Task requirements:
Find the line that contains "var v []float32" in the entries below. Write out that line and all that follow it, unchanged and alone.

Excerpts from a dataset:
----

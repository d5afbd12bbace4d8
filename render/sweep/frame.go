package sweep

import (
	"bytes"
	"context"
	"fmt"
	"image"
	"image/color"
	"io"
	"math"
	"runtime"
	"slices"
	"strings"
	"sync"
	"sync/atomic"

	"kerrscope/colormap"
	"kerrscope/raytrace"
	"kerrscope/render"
	"kerrscope/render/figure"
)

// hookStaged, if set (by tests), is called after each file of a frame is
// staged.
var hookStaged func(index int, name string)

// writeFrame renders point pt and commits its files (fileNames) into the
// output directory through render.Outputs, so that an error or a
// cancelled ctx leaves none of them behind. It returns their records,
// sorted by name.
func (p *Plan) writeFrame(ctx context.Context, pt Point, sc render.Scales, version string) ([]fileRecord, error) {
	f, err := render.RenderScene(ctx, pt.Scene, nil)
	if err != nil {
		return nil, err
	}
	out, err := render.NewOutputs(p.Dir())
	if err != nil {
		return nil, err
	}
	var recs []fileRecord
	put := func(name string, write func(io.Writer) error) error {
		if err := ctx.Err(); err != nil {
			return err
		}
		var hw *hashingWriter
		err := out.Write(name, func(w io.Writer) error {
			hw = newHashingWriter(w)
			return write(hw)
		})
		if err != nil {
			return err
		}
		recs = append(recs, hw.record(name))
		if hookStaged != nil {
			hookStaged(pt.Index, name)
		}
		return nil
	}
	if err := p.stageFrame(ctx, f, pt, sc, version, put); err != nil {
		out.Abort()
		return nil, err
	}
	if err := ctx.Err(); err != nil {
		out.Abort()
		return nil, err
	}
	if _, err := out.Commit(); err != nil {
		return nil, err
	}
	slices.SortFunc(recs, func(a, b fileRecord) int { return strings.Compare(a.Name, b.Name) })
	return recs, nil
}

// staged is one encoded file of a frame.
type staged struct {
	name string
	data []byte
}

// stageFrame writes every file of the frame through put, in a fixed
// order. The images of the maps (figures, pixel-exact and palette PNGs,
// the spectrum plot) are drawn and encoded on all cores at once, one map
// per goroutine; the CSV and FITS tables are streamed.
func (p *Plan) stageFrame(ctx context.Context, f *render.Frame, pt Point, sc render.Scales, version string, put func(string, func(io.Writer) error) error) error {
	o := pt.Scene.Output
	pre := p.framePrefix(pt.Index)
	encode := func(name string, img image.Image) (staged, error) {
		var b bytes.Buffer
		err := figure.EncodePNG(&b, img)
		return staged{name, b.Bytes()}, err
	}
	var jobs []func() ([]staged, error)
	for _, m := range o.Maps {
		jobs = append(jobs, func() ([]staged, error) {
			var out []staged
			var bare image.Image
			if o.Has("png") {
				panel := f.Panel(m, sc)
				bare = panel.Image // the same image as MapImage(m, sc)
				img, err := figure.DrawPanel(panel, 0)
				if err != nil {
					return nil, fmt.Errorf("%s figure: %w", m, err)
				}
				s, err := encode(pre+"-"+m+".png", img)
				if err != nil {
					return nil, err
				}
				out = append(out, s)
			}
			if o.Has("bare") {
				if bare == nil {
					bare = mapImage(f, m, sc)
				}
				s, err := encode(pre+"-"+m+"-bare.png", bare)
				if err != nil {
					return nil, err
				}
				out = append(out, s)
			}
			s, err := encode(pre+"-"+m+"-indexed.png", IndexedImage(f, m, sc))
			return append(out, s), err
		})
	}
	var spec render.Spectrum
	if o.Has("csv") {
		spec = f.Spectrum()
		if o.Has("png") {
			jobs = append(jobs, func() ([]staged, error) {
				title := fmt.Sprintf("line profile collapsed from the image, frame %d of %d", pt.Index, len(p.Points))
				img, err := figure.DrawPlot(render.SpectrumPlot(&spec, title, f.Res.Caption(), sc.FluxMax))
				if err != nil {
					return nil, fmt.Errorf("spectrum figure: %w", err)
				}
				s, err := encode(pre+"-spectrum.png", img)
				return []staged{s}, err
			})
		}
	}
	results := make([][]staged, len(jobs))
	errs := make([]error, len(jobs))
	var next atomic.Int64
	var wg sync.WaitGroup
	for range min(runtime.GOMAXPROCS(0), len(jobs)) {
		wg.Add(1)
		go func() {
			defer wg.Done()
			for {
				i := int(next.Add(1) - 1)
				if i >= len(jobs) || ctx.Err() != nil {
					return
				}
				results[i], errs[i] = jobs[i]()
			}
		}()
	}
	wg.Wait()
	if err := ctx.Err(); err != nil {
		return err
	}
	for i := range jobs {
		if errs[i] != nil {
			return errs[i]
		}
		for _, s := range results[i] {
			if err := put(s.name, func(w io.Writer) error { _, err := w.Write(s.data); return err }); err != nil {
				return err
			}
		}
	}
	if o.Has("csv") {
		caption := f.Res.Caption()
		if err := put(pre+"-spectrum.csv", func(w io.Writer) error { return spec.WriteCSV(w, caption) }); err != nil {
			return err
		}
	}
	if o.Has("fits") {
		if err := put(pre+"-maps.fits", func(w io.Writer) error { return f.WriteFITS(w, version) }); err != nil {
			return err
		}
	}
	return nil
}

// mapImage is f.MapImage(m, sc) drawn in horizontal strips on all cores
// for the maps whose pixels depend only on their own values (redshift,
// intensity, radius): each strip is MapImage of a frame holding just
// those rows. MapImage's colour lookup costs more than tracing the rays.
// Scales that are not complete (which MapImage would complete from the
// whole frame) draw the whole frame at once.
func mapImage(f *render.Frame, m string, sc render.Scales) *image.RGBA {
	n := min(runtime.GOMAXPROCS(0), f.H)
	complete := sc.GMin > 0 && sc.GMin < 1 && sc.GMax > 1 && sc.IMax > 0 && sc.IDecades > 0 && sc.RMin > 0 && sc.RMax > sc.RMin
	if n < 2 || !complete || !(m == "redshift" || m == "intensity" || m == "radius") {
		return f.MapImage(m, sc)
	}
	img := image.NewRGBA(image.Rect(0, 0, f.W, f.H))
	var wg sync.WaitGroup
	for s := range n {
		j0, j1 := s*f.H/n, (s+1)*f.H/n
		wg.Add(1)
		go func() {
			defer wg.Done()
			part := rows(f, j0, j1).MapImage(m, sc)
			copy(img.Pix[j0*img.Stride:j1*img.Stride], part.Pix)
		}()
	}
	wg.Wait()
	return img
}

// rows returns a frame of rows j0 to j1 of f, sharing its records.
func rows(f *render.Frame, j0, j1 int) *render.Frame {
	a, b := j0*f.W, j1*f.W
	part := *f
	part.H = j1 - j0
	part.Fate, part.First = f.Fate[a:b], f.First[a:b]
	cut := func(q [][]float32) [][]float32 {
		out := make([][]float32, len(q))
		for o := range q {
			out[o] = q[o][a:b]
		}
		return out
	}
	part.R, part.G, part.Line, part.Bol = cut(f.R), cut(f.G), cut(f.Line), cut(f.Bol)
	return &part
}

// The two fixed colours of the shadow map (as render draws them).
var (
	shadowEscaped = color.RGBA{0xd8, 0xd8, 0xd4, 0xff} // photons from infinity
	shadowEdge    = color.RGBA{0xf0, 0x8c, 0x00, 0xff} // ray-traced edge of the shadow
)

// MapPalette returns the palette of a map's 8-bit images: for redshift,
// intensity and radius, colormap.Palette of the map's colour scale
// (index 0 no disk, 1 horizon, 2–255 the scale); for order, no disk,
// horizon, then the colormap.OrderCount order colours; for shadow, no
// disk, horizon, from infinity, edge.
func MapPalette(name string) color.Palette {
	switch name {
	case "redshift":
		return colormap.Palette(colormap.Redshift)
	case "intensity", "radius":
		return colormap.Palette(colormap.Sequential)
	case "order":
		p := color.Palette{colormap.NoHit, colormap.Shadow}
		for o := 0; o < colormap.OrderCount; o++ {
			p = append(p, colormap.Order(o))
		}
		return p
	}
	return color.Palette{colormap.NoHit, colormap.Shadow, shadowEscaped, shadowEdge}
}

// IndexedImage returns the map as an 8-bit palette image (MapPalette)
// with the frame's scales sc, which must be complete: each pixel's
// scalar (g of the first order seen, the summed line intensity, or the
// source radius) is placed on the colour scale exactly as render's
// MapImage places it and indexed with colormap.PaletteIndex, so that no
// colour is ever quantised from RGB. It is the source of the sweep's
// GIFs.
func IndexedImage(f *render.Frame, name string, sc render.Scales) *image.Paletted {
	img := image.NewPaletted(image.Rect(0, 0, f.W, f.H), MapPalette(name))
	var v []float32
	switch name {
	case "redshift":
		v = f.FirstSeen(f.G)
	case "intensity":
		v = f.Total(f.Line)
	case "radius":
		v = f.FirstSeen(f.R)
	}
	linear := f.Res.Output.IntensityScale == "linear"
	ilo := sc.IMax * math.Pow(10, -sc.IDecades)
	for k := range f.Fate {
		captured := f.Fate[k] == raytrace.Captured
		idx := uint8(colormap.NoHitIndex)
		switch name {
		case "redshift", "intensity", "radius":
			x := float64(v[k])
			switch {
			case math.IsNaN(x) && captured:
				idx = colormap.ShadowIndex
			case math.IsNaN(x):
			case name == "redshift":
				idx = colormap.PaletteIndex(gPosition(sc, x))
			case name == "intensity" && linear:
				idx = colormap.PaletteIndex(colormap.Linear(x, 0, sc.IMax))
			case name == "intensity":
				idx = colormap.PaletteIndex(colormap.Log(x, ilo, sc.IMax))
			default:
				idx = colormap.PaletteIndex(colormap.Log(x, sc.RMin, sc.RMax))
			}
		case "order":
			switch o := f.First[k]; {
			case o >= 0:
				idx = uint8(2 + int(o)%colormap.OrderCount)
			case captured:
				idx = colormap.ShadowIndex
			}
		default: // shadow
			switch {
			case captured && onEdge(f, k):
				idx = 3
			case captured:
				idx = colormap.ShadowIndex
			default:
				idx = 2
			}
		}
		img.Pix[k] = idx // row stride = f.W
	}
	return img
}

// gPosition places g on the diverging redshift scale as render does: g = 1
// at the centre, log g scaled on each side so that GMin and GMax reach
// the ends.
func gPosition(sc render.Scales, g float64) float64 {
	if g < 1 {
		return math.Max(0, 0.5*(1-math.Log(g)/math.Log(sc.GMin)))
	}
	return math.Min(1, 0.5*(1+math.Log(g)/math.Log(sc.GMax)))
}

// onEdge reports whether captured pixel k has a 4-neighbour from infinity.
func onEdge(f *render.Frame, k int) bool {
	i, j := k%f.W, k/f.W
	for _, d := range [][2]int{{-1, 0}, {1, 0}, {0, -1}, {0, 1}} {
		ii, jj := i+d[0], j+d[1]
		if ii >= 0 && ii < f.W && jj >= 0 && jj < f.H && f.Fate[jj*f.W+ii] != raytrace.Captured {
			return true
		}
	}
	return false
}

----

Exercise response:
	var v []float32
	switch name {
	case "redshift":
		v = f.FirstSeen(f.G)
	case "intensity":
		v = f.Total(f.Line)
	case "radius":
		v = f.FirstSeen(f.R)
	}
	linear := f.Res.Output.IntensityScale == "linear"
	ilo := sc.IMax * math.Pow(10, -sc.IDecades)
	for k := range f.Fate {
		captured := f.Fate[k] == raytrace.Captured
		idx := uint8(colormap.NoHitIndex)
		switch name {
		case "redshift", "intensity", "radius":
			x := float64(v[k])
			switch {
			case math.IsNaN(x) && captured:
				idx = colormap.ShadowIndex
			case math.IsNaN(x):
			case name == "redshift":
				idx = colormap.PaletteIndex(gPosition(sc, x))
			case name == "intensity" && linear:
				idx = colormap.PaletteIndex(colormap.Linear(x, 0, sc.IMax))
			case name == "intensity":
				idx = colormap.PaletteIndex(colormap.Log(x, ilo, sc.IMax))
			default:
				idx = colormap.PaletteIndex(colormap.Log(x, sc.RMin, sc.RMax))
			}
		case "order":
			switch o := f.First[k]; {
			case o >= 0:
				idx = uint8(2 + int(o)%colormap.OrderCount)
			case captured:
				idx = colormap.ShadowIndex
			}
		default: // shadow
			switch {
			case captured && onEdge(f, k):
				idx = 3
			case captured:
				idx = colormap.ShadowIndex
			default:
				idx = 2
			}
		}
		img.Pix[k] = idx // row stride = f.W
	}
	return img
}

// gPosition places g on the diverging redshift scale as render does: g = 1
// at the centre, log g scaled on each side so that GMin and GMax reach
// the ends.
func gPosition(sc render.Scales, g float64) float64 {
	if g < 1 {
		return math.Max(0, 0.5*(1-math.Log(g)/math.Log(sc.GMin)))
	}
	return math.Min(1, 0.5*(1+math.Log(g)/math.Log(sc.GMax)))
}

// onEdge reports whether captured pixel k has a 4-neighbour from infinity.
func onEdge(f *render.Frame, k int) bool {
	i, j := k%f.W, k/f.W
	for _, d := range [][2]int{{-1, 0}, {1, 0}, {0, -1}, {0, 1}} {
		ii, jj := i+d[0], j+d[1]
		if ii >= 0 && ii < f.W && jj >= 0 && jj < f.H && f.Fate[jj*f.W+ii] != raytrace.Captured {
			return true
		}
	}
	return false
}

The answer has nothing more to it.